Ces personnalités de gauche qui obsèdent l’extrême droite

Rokhaya Diallo, Rima Hassan, Sandrine Rousseau, Adèle Haenel, Judith Godrèche et Éric Fassin : des noms systématiquement visés par le camp réactionnaire à la moindre prise de position ou de parole. Portraits.

Lucas Sarafian  et  Salomé Dionisi  et  Hugo Boursier  • 29 octobre 2025 abonné·es
Ces personnalités de gauche qui obsèdent l’extrême droite
© PASCAL LE SEGRETAIN / Getty Images via AFP (R. Diallo) ; JOËL SAGET/ AFP (S. Rousseau) ; Henrique Campos / Hans Lucas via AFP (J. Godrèche) ; Maxime Sirvins (R. Hassan).
Rokhaya Diallo, voix subversive (Photo : PASCAL LE SEGRETAIN / Getty Images via AFP)

Elle n’a peur de rien. Devant le conseil des droits de l’homme des Nations unies en octobre 2024, Rokhaya Diallo dénonce la diabolisation des antiracistes et des mouvements pro-Palestine ainsi que la montée de l’extrême droite. Elle sait que son discours sera la cible des militants radicaux nationalistes. Comme à chaque fois qu’elle prend la parole. Elle le sait, mais elle tient la ligne. Depuis des années, l’essayiste et réalisatrice antiraciste est accusée de tous les maux. « Communautariste », « antirépublicaine », « égérie de la polarisation identitaire »… Les attaques sont nombreuses.
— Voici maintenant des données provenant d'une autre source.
"""Reading one record by offset from files warcio wrote, and refusing bad offsets and damage.

Citations: WARC 1.1 §4 (record model), §5.9 (payload digest), §6.3 (response); RFC 9112 §7.1
(chunked transfer coding).
"""

from __future__ import annotations

import gzip
import io
from pathlib import Path

import pytest

from harvester.errors import StoreError
from harvester.snapshots.members import iter_members
from harvester.snapshots.reader import read_record
from tests.snapshots.foreign import NOT_MODIFIED_1_1, warc_file

SITE = "http://127.0.0.1:8650"
BODY = b"<table><tr><td>1</td></tr></table>"


def offsets(path: Path) -> list[int]:
    with path.open("rb") as stream:
        return [member.offset for member in iter_members(stream)]


def test_a_response_reads_back_whole(tmp_path: Path) -> None:
    path = tmp_path / "a.warc.gz"
    with warc_file(path) as warc:
        warc.warcinfo()
        headers = [("Content-Type", "text/html"), ("X-A", "1")]
        record_id = warc.response(f"{SITE}/t.html", BODY, status="201 Created", headers=headers)
    content = read_record(path, offsets(path)[1])
    assert content.record_type == "response"  # WARC 1.1 §6.3
    assert content.warc_header("warc-record-id") == record_id  # names are case-insensitive
    assert content.warc_header("WARC-Target-URI") == f"{SITE}/t.html"
    assert ("WARC-Type", "response") in content.warc_headers
    assert content.status == 201 and content.payload == BODY
    assert content.http_headers[:2] == (("Content-Type", "text/html"), ("X-A", "1"))
    assert content.http_header("content-length") == str(len(BODY))
    info = read_record(path, 0)
    assert info.record_type == "warcinfo" and info.status == 0 and info.http_headers == ()


def test_a_chunked_body_is_served_de_chunked(tmp_path: Path) -> None:
    # RFC 9112 §7.1: the payload a client sees has the chunked framing removed.
    raw = b"5\r\nhello\r\n6\r\n world\r\n0\r\n\r\n"
    path = tmp_path / "a.warc.gz"
    with warc_file(path) as warc:
        warc.response(f"{SITE}/c.html", raw, headers=[("Transfer-Encoding", "chunked")])
    assert read_record(path, 0).payload == b"hello world"


def test_an_empty_revisit_has_no_status(tmp_path: Path) -> None:
    path = tmp_path / "a.warc.gz"
    with warc_file(path) as warc:
        warc.revisit(f"{SITE}/t.html", BODY, profile=NOT_MODIFIED_1_1, status=None)
    content = read_record(path, 0)
    assert content.record_type == "revisit" and content.status == 0 and content.payload == b""


def test_a_bad_offset_is_one_clear_error(tmp_path: Path) -> None:
    path = tmp_path / "a.warc.gz"
    with warc_file(path) as warc:
        warc.response(f"{SITE}/t.html", BODY)
    for offset, says in ((7, "no gzip member starts here"), (10_000, "past the end")):
        with pytest.raises(StoreError) as caught:
            read_record(path, offset)
        assert str(path) in caught.value.message and f"offset {offset}" in caught.value.message
        assert says in caught.value.message and caught.value.hint
    with pytest.raises(StoreError, match="cannot read the WARC file"):
        read_record(tmp_path / "missing.warc.gz", 0)


def test_a_damaged_member_is_refused(tmp_path: Path) -> None:
    path = tmp_path / "a.warc.gz"
    with warc_file(path) as warc:
        warc.response(f"{SITE}/t.html", BODY)
    whole = path.read_bytes()
    path.write_bytes(whole[:-9])
    with pytest.raises(StoreError, match="offset 0: the gzip member is cut off"):
        read_record(path, 0)
    (member,) = iter_members(io.BytesIO(whole))
    altered = member.data.replace(b"<td>1</td>", b"<td>7</td>")  # same length, new bytes
    path.write_bytes(gzip.compress(altered))
    with pytest.raises(StoreError, match="fails its digest check"):  # WARC 1.1 §5.9
        read_record(path, 0)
Car le système médiatique mainstream et les forces politiques réactionnaires détestent que Rokhaya Diallo parle de racisme systémique ou de violences policières. La journaliste dit ce qui gêne. Elle est harcelée sur les réseaux sociaux comme dans les tribunaux. Un harcèlement dont s’est d’ailleurs saisi le rapporteur spécial de l’ONU sur les défenseurs des droits humains. « Ce harcèlement est pensé pour nous placer dans un état d’alerte permanent. À certains moments d’actualité, comme les attentats, mon nom remonte dans des forums d’extrême droite », confiait-elle à Politis en juillet. Mais Rokhaya Diallo ne craint pas de mener la bataille des idées sur BFMTV ou, il y a longtemps, face à Cyril Hanouna, dans « Touche pas à mon poste » (TPMP). Et elle ne semble pas vouloir arrêter le combat.

L.S.

Judith Godrèche et Adèle Haenel : deux féministes qui dérangent Adèle Haenel, lors du procès Ruggia. (Photo : ALAIN JOCARD / AFP.)

L’une a initié une rupture avec le monde du cinéma, l’autre l’a subie. Adèle Haenel et Judith Godrèche ont dénoncé l’omerta autour des violences commises sur les enfants, et depuis… écran noir. Après leurs prises de parole, les deux actrices sont tombées en disgrâce là où, auparavant, on leur dépliait le tapis rouge, qualifiées « d’hystériques », de « bobos » ou encore de figures d’un « néoféminisme épurateur » dans la presse de droite. « Le match Adèle Haenel vs. Judith Godrèche, qui est la plus radicale ? », titre Marianne. À chaque prise de position politique – contre les violences sexuelles, en soutien aux mouvements sociaux ou contre le génocide à Gaza –, c’est l’imaginaire de la féminazie qui est brandi pour décrédibiliser leur parole.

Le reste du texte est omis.